The question asked in v. 13 is like that asked in v. 5. The answer is: “To no angel has God ever said such a thing.”
Hebrews 1:14
14 The answer to the second question indicates the reason God could never have said and never did say anything like this to even the highest angel. The interrogatory form implies that no reader of this epistle will think of dissenting. Are they not all (only) officiating spirits commissioned (again and again, iterative present) for ministry for the sake of those about to inherit salvation? Yes, that is what they are, no more than that is possible for them. They fit into the incarnate Son’s royal rule of grace, none of them could ever act as the King himself.
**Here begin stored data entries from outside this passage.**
//! Multiplying coefficients is filtering the extension: by hand for a three-point kernel, and for random kernels.

use std::f64::consts::PI;

use endgrain::ends::Ends;
use proptest::prelude::*;

use crate::{EVEN_ODD_WHOLE, EVEN_WHOLE, ODD_EVEN_WHOLE, ODD_WHOLE, assert_close, forward, inverse, norm};

/// The record, continued past its ends, convolved with the even kernel of which `half` is the right half.
fn convolved(ends: Ends, x: &[f64], half: &[f64]) -> Vec<f64> {
    let value = |i: i64| ends.fold(x.len(), i).map_or(0.0, |(n, sign)| sign * x[n]);
    let at = |n: i64| -> f64 {
        let sides = |(j, h): (usize, &f64)| h * (value(n - j as i64) + value(n + j as i64));
        half[0] * value(n) + half.iter().enumerate().skip(1).map(sides).sum::<f64>()
    };
    (0..x.len() as i64).map(at).collect()
}

/// The same by coefficients: each times the kernel's response h_0 + 2 sum h_j cos(j theta_k).
fn multiplied(ends: Ends, x: &[f64], half: &[f64]) -> Vec<f64> {
    let mut c = forward(ends, x);
    for (k, c) in c.iter_mut().enumerate() {
        let theta = 2.0 * PI * ends.frequency(x.len(), k);
        let sides = |(j, h): (usize, &f64)| 2.0 * h * (j as f64 * theta).cos();
        *c *= half[0] + half.iter().enumerate().skip(1).map(sides).sum::<f64>();
    }
    inverse(ends, &c)
}

/// Worked on paper: 1, 2, 3, 4 extended in each way, kernel 1/4, 1/2, 1/4. That both routes agree is Martucci 1994, IEEE
/// Trans. Signal Processing 42, 1038 (symmetric convolution); Strang 1999, SIAM Review 41, 135 (end conditions).
#[test]
fn three_point_kernel_by_hand() {
    let x = [1.0, 2.0, 3.0, 4.0];
    let rows = [
        (Ends::Periodic, [2.0, 2.0, 3.0, 3.0]),
        (Ends::EVEN, [1.25, 2.0, 3.0, 3.75]),
        (Ends::ODD, [0.75, 2.0, 3.0, 1.75]),
        (Ends::EVEN_ODD, [1.25, 2.0, 3.0, 1.75]),
        (Ends::ODD_EVEN, [0.75, 2.0, 3.0, 3.75]),
        (EVEN_WHOLE, [1.5, 2.0, 3.0, 3.5]),
        (ODD_WHOLE, [1.0, 2.0, 3.0, 2.75]),
        (EVEN_ODD_WHOLE, [1.5, 2.0, 3.0, 2.75]),
        (ODD_EVEN_WHOLE, [1.0, 2.0, 3.0, 3.5]),
    ];
    assert_eq!(rows.len(), Ends::all().count());
    for (ends, expected) in rows {
        assert_close(&convolved(ends, &x, &[0.5, 0.25]), &expected, 0.0, ends.transform());
        assert_close(&multiplied(ends, &x, &[0.5, 0.25]), &expected, 1e-14, ends.transform());
    }
}

/// The kernel's response is 1/2 + 1/2 cos theta on these grids: Martucci 1994, table of frequency grids (from memory).
#[test]
fn frequency_grids() {
    let n = 12;
    let grids: [(Ends, &dyn Fn(f64) -> f64); 8] = [
        (Ends::EVEN, &|k| k / 12.0),
        (Ends::ODD, &|k| (k + 1.0) / 12.0),
        (Ends::EVEN_ODD, &|k| (k + 0.5) / 12.0),
        (Ends::ODD_EVEN, &|k| (k + 0.5) / 12.0),
        (EVEN_WHOLE, &|k| k / 11.0),
        (ODD_WHOLE, &|k| (k + 1.0) / 13.0),
        (EVEN_ODD_WHOLE, &|k| (k + 0.5) / 12.0),
        (ODD_EVEN_WHOLE, &|k| (k + 0.5) / 12.0),
    ];
    for (ends, theta_over_pi) in grids {
        for k in 0..n {
            let mut unit = vec![0.0; n];
            unit[k] = 1.0;
            let v = inverse(ends, &unit);
            let response = 0.5 + 0.5 * (PI * theta_over_pi(k as f64)).cos();
            let expected: Vec<f64> = v.iter().map(|v| response * v).collect();
            // Each basis function is an eigenvector of the convolution: three roundings of values below 1.
            assert_close(&convolved(ends, &v, &[0.5, 0.25]), &expected, 1e-14, ends.transform());
        }
    }
}

proptest! {
    #[test]
    fn coefficient_products_are_convolutions_of_the_extension(
        which in 0..9_usize,
        x in prop::collection::vec(-1.0..1.0, 1..40),
        half in prop::collection::vec(-1.0..1.0, 1..100),
    ) {
        let ends = Ends::all().nth(which).unwrap();
        let (direct, product) = (convolved(ends, &x, &half), multiplied(ends, &x, &half));
        let gain: f64 = 2.0 * half.iter().map(|h: &f64| h.abs()).sum::<f64>();
        assert_close(&product, &direct, 1e-12 * gain * norm(&x), ends.transform());
    }
}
Οὐχί is the strengthened οὐ. “All” becomes emphatic because of “to whom” in v. 13 which implies “to none”; “all” are only what is here said of them. The adjective λειτουργικά recalls the noun used in v. 7 and has the corresponding meaning: “officiating” spirits. They may officiate in God’s acts of judgment (v. 7) but also in God’s grace (here) as being “commissioned” on all sorts of errands “for ministry” (or service), commissioned thus “for the sake of (διά with the accusative) those about to inherit salvation.” It is the angels’ delight to do this service for Christ’s saints. To act as Christ’s officiating ministrants in saving us poor mortals is the height of their joy. It is also the limit of their activity. They cannot make us heirs of salvation, only the heir (v. 2) can do this, who alone has the inheritance to share with us as joint heirs (Rom. 8:17). Μέλλω with the present infinitive paraphrases the future tense. “Salvation” refers to our deliverance at the time of death (Luke 16:22) and in the final judgment.
For one service, however, angels are never employed; they are never sent out to preach the gospel. That service Christ reserves for the church and its ministry. Through both Testaments there runs the story of the angels and of the missions they perform. It is most entrancing in the New Testament. Shall the angels be for the readers of this epistle a consuming “flame of fire” (v. 7), or shall they be what v. 14 says? Are the readers among “those about to inherit salvation,” or are they among the enemies to be laid low as Jesus’ “footstool” (v. 13)? These and similar questions are involved in this wonderful presentation of the incarnate Son’s incomparable exaltation.
The writer, we may note, proceeds as Jesus does in Luke 24:25–27: he expounds the Scriptures in order to remove all doubts.
Again we note that, all denials to the contrary, the Old Testament is full of the revelation of the Trinity and of the Son and his incarnation and human exaltation. This chapter is the evidence.